* [Given information]:
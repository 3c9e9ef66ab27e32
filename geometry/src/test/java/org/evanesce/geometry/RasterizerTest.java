package org.evanesce.geometry;

import static org.junit.jupiter.api.Assertions.assertEquals;
import static org.junit.jupiter.api.Assertions.assertSame;
import static org.junit.jupiter.api.Assertions.assertThrows;
import static org.junit.jupiter.api.Assertions.assertTrue;

import java.util.List;
import org.evanesce.geometry.shape.Ellipse;
import org.evanesce.geometry.shape.HalfPlane;
import org.evanesce.geometry.shape.Polygon;
import org.evanesce.geometry.shape.Rectangle;
import org.junit.jupiter.api.Test;
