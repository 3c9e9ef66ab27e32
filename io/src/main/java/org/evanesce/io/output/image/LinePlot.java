package org.evanesce.io.output.image;

import java.awt.image.BufferedImage;
import java.io.IOException;
import java.nio.file.Path;
import java.util.ArrayList;
import java.util.List;
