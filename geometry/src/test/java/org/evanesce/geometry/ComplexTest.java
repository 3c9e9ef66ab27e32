package org.evanesce.geometry;

import static org.junit.jupiter.api.Assertions.assertEquals;
import static org.junit.jupiter.api.Assertions.assertThrows;
import static org.junit.jupiter.api.Assertions.assertTrue;

import org.junit.jupiter.api.Test;

/** The complex-number record: arithmetic identities and the square-root branches (common practice). */
class ComplexTest {

    private static final double ROUNDING = 1e-15;

    private static void assertClose(Complex expected, Complex actual) {
        assertTrue(expected.minus(actual).abs() <= ROUNDING * Math.max(1, expected.abs()),
                () -> "expected " + expected + ", got " + actual);
    }

    @Test
    void arithmetic() {
        Complex a = Complex.of(1.5, -0.25);
        Complex b = Complex.of(-0.75, 2);
        assertClose(Complex.of(0.75, 1.75), a.plus(b));
        assertClose(Complex.of(-1.125 + 0.5, 3 + 0.1875), a.times(b));
        assertClose(a, a.times(b).divide(b));
        assertClose(a, a.divide(b).times(b));
        assertClose(Complex.of(0.25, 1.5), a.timesI());
        assertClose(Complex.of(-1.5, 0.25), a.negate());
        assertClose(Complex.ONE, b.times(b.reciprocal()));
        assertEquals(Math.hypot(1.5, 0.25), a.abs(), 0);
        assertEquals(1.5 * 1.5 + 0.25 * 0.25, a.norm(), 1e-15);
        assertClose(Complex.of(0, 1), Complex.polar(1, Math.PI / 2));
        // Euler: e^{iπ} = −1; sin² + cos² = 1 for a complex argument
        assertClose(Complex.real(-1), Complex.of(0, Math.PI).exp());
        Complex z = Complex.of(0.7, 1.3);
        assertClose(Complex.ONE, z.sin().square().plus(z.cos().square()));
        assertThrows(ArithmeticException.class, () -> a.divide(Complex.ZERO));
        // Smith's division neither overflows nor underflows where the naive formula would
        assertClose(Complex.of(1, 0), Complex.of(1e300, 1e300).divide(Complex.of(1e300, 1e300)));
    }

    @Test
    void squareRootBranches() {
        // principal root: Re ≥ 0
        assertClose(Complex.of(0, 2), Complex.real(-4).sqrt());
        assertClose(Complex.of(1, 1), Complex.of(0, 2).sqrt());
        assertClose(Complex.of(1, -1), Complex.of(0, -2).sqrt());
        // the normal-wavenumber branch: Im ≥ 0, and the positive root of a positive real number
        assertClose(Complex.real(3), Complex.real(9).sqrtUpper());
        assertClose(Complex.of(0, 3), Complex.real(-9).sqrtUpper());
        assertClose(Complex.of(0, 3), Complex.of(-9, -0.0).sqrtUpper());
        assertClose(Complex.of(-1, 1), Complex.of(0, -2).sqrtUpper());
        assertEquals(Complex.ZERO, Complex.ZERO.sqrtUpper());
        for (double re = -3; re <= 3; re += 0.37) {
            for (double im = -3; im <= 3; im += 0.41) {
                Complex z = Complex.of(re, im);
                Complex w = z.sqrtUpper();
                assertTrue(w.im() >= 0, z + " -> " + w);
                assertClose(z, w.square());
                assertTrue(z.sqrt().re() >= 0, z + " principal");
                assertClose(z, z.sqrt().square());
            }
        }
    }

    @Test
    void printsInTheFormTheCommandLineReads() {
        assertEquals("1.5+0.01i", Complex.of(1.5, 0.01).toString());
        assertEquals("0.2-3.4i", Complex.of(0.2, -3.4).toString());
    }
}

* [Your goal]: Give back every line of the data above exactly as written.

* [Exercise output]:
repository 3c9e9ef66ab27e32
filename geometry/src/test/java/org/evanesce/geometry/RasterizerTest.java
package org.evanesce.geometry;

import static org.junit.jupiter.api.Assertions.assertEquals;
import static org.junit.jupiter.api.Assertions.assertSame;
import static org.junit.jupiter.api.Assertions.assertThrows;
import static org.junit.jupiter.api.Assertions.assertTrue;

import java.util.List;
import org.evanesce.geometry.shape.Ellipse;
import org.evanesce.geometry.shape.HalfPlane;
import org.evanesce.geometry.shape.Polygon;
import org.evanesce.geometry.shape.Rectangle;
import org.junit.jupiter.api.Test;
repository 3c9e9ef66ab27e32
filename io/src/main/java/org/evanesce/io/output/image/LinePlot.java
package org.evanesce.io.output.image;

import java.awt.image.BufferedImage;
import java.io.IOException;
import java.nio.file.Path;
import java.util.ArrayList;
import java.util.List;
filename geometry/src/test/java/org/evanesce/geometry/ComplexTest.java
repository 3c9e9ef66ab27e32
package org.evanesce.geometry;

import static org.junit.jupiter.api.Assertions.assertEquals;
import static org.junit.jupiter.api.Assertions.assertThrows;
import static org.junit.jupiter.api.Assertions.assertTrue;

import org.junit.jupiter.api.Test;

/** The complex-number record: arithmetic identities and the square-root branches (common practice). */
class ComplexTest {

    private static final double ROUNDING = 1e-15;

    private static void assertClose(Complex expected, Complex actual) {
        assertTrue(expected.minus(actual).abs() <= ROUNDING * Math.max(1, expected.abs()),
                () -> "expected " + expected + ", got " + actual);
    }

    @Test
    void arithmetic() {
        Complex a = Complex.of(1.5, -0.25);
        Complex b = Complex.of(-0.75, 2);
        assertClose(Complex.of(0.75, 1.75), a.plus(b));
        assertClose(Complex.of(-1.125 + 0.5, 3 + 0.1875), a.times(b));
        assertClose(a, a.times(b).divide(b));
        assertClose(a, a.divide(b).times(b));
        assertClose(Complex.of(0.25, 1.5), a.timesI());
        assertClose(Complex.of(-1.5, 0.25), a.negate());
        assertClose(Complex.ONE, b.times(b.reciprocal()));
        assertEquals(Math.hypot(1.5, 0.25), a.abs(), 0);
        assertEquals(1.5 * 1.5 + 0.25 * 0.25, a.norm(), 1e-15);
        assertClose(Complex.of(0, 1), Complex.polar(1, Math.PI / 2));
        // Euler: e^{iπ} = −1; sin² + cos² = 1 for a complex argument
        assertClose(Complex.real(-1), Complex.of(0, Math.PI).exp());
        Complex z = Complex.of(0.7, 1.3);
        assertClose(Complex.ONE, z.sin().square().plus(z.cos().square()));
        assertThrows(ArithmeticException.class, () -> a.divide(Complex.ZERO));
        // Smith's division neither overflows nor underflows where the naive formula would
        assertClose(Complex.of(1, 0), Complex.of(1e300, 1e300).divide(Complex.of(1e300, 1e300)));
    }

    @Test
    void squareRootBranches() {
        // principal root: Re ≥ 0
        assertClose(Complex.of(0, 2), Complex.real(-4).sqrt());
        assertClose(Complex.of(1, 1), Complex.of(0, 2).sqrt());
        assertClose(Complex.of(1, -1), Complex.of(0, -2).sqrt());
        // the normal-wavenumber branch: Im ≥ 0, and the positive root of a positive real number
        assertClose(Complex.real(3), Complex.real(9).sqrtUpper());
        assertClose(Complex.of(0, 3), Complex.real(-9).sqrtUpper());
        assertClose(Complex.of(0, 3), Complex.of(-9, -0.0).sqrtUpper());
        assertClose(Complex.of(-1, 1), Complex.of(0, -2).sqrtUpper());
        assertEquals(Complex.ZERO, Complex.ZERO.sqrtUpper());
        for (double re = -3; re <= 3; re += 0.37) {
            for (double im = -3; im <= 3; im += 0.41) {
                Complex z = Complex.of(re, im);
                Complex w = z.sqrtUpper();
                assertTrue(w.im() >= 0, z + " -> " + w);
                assertClose(z, w.square());
                assertTrue(z.sqrt().re() >= 0, z + " principal");
                assertClose(z, z.sqrt().square());
            }
        }
    }

    @Test
    void printsInTheFormTheCommandLineReads() {
        assertEquals("1.5+0.01i", Complex.of(1.5, 0.01).toString());
        assertEquals("0.2-3.4i", Complex.of(0.2, -3.4).toString());
    }
}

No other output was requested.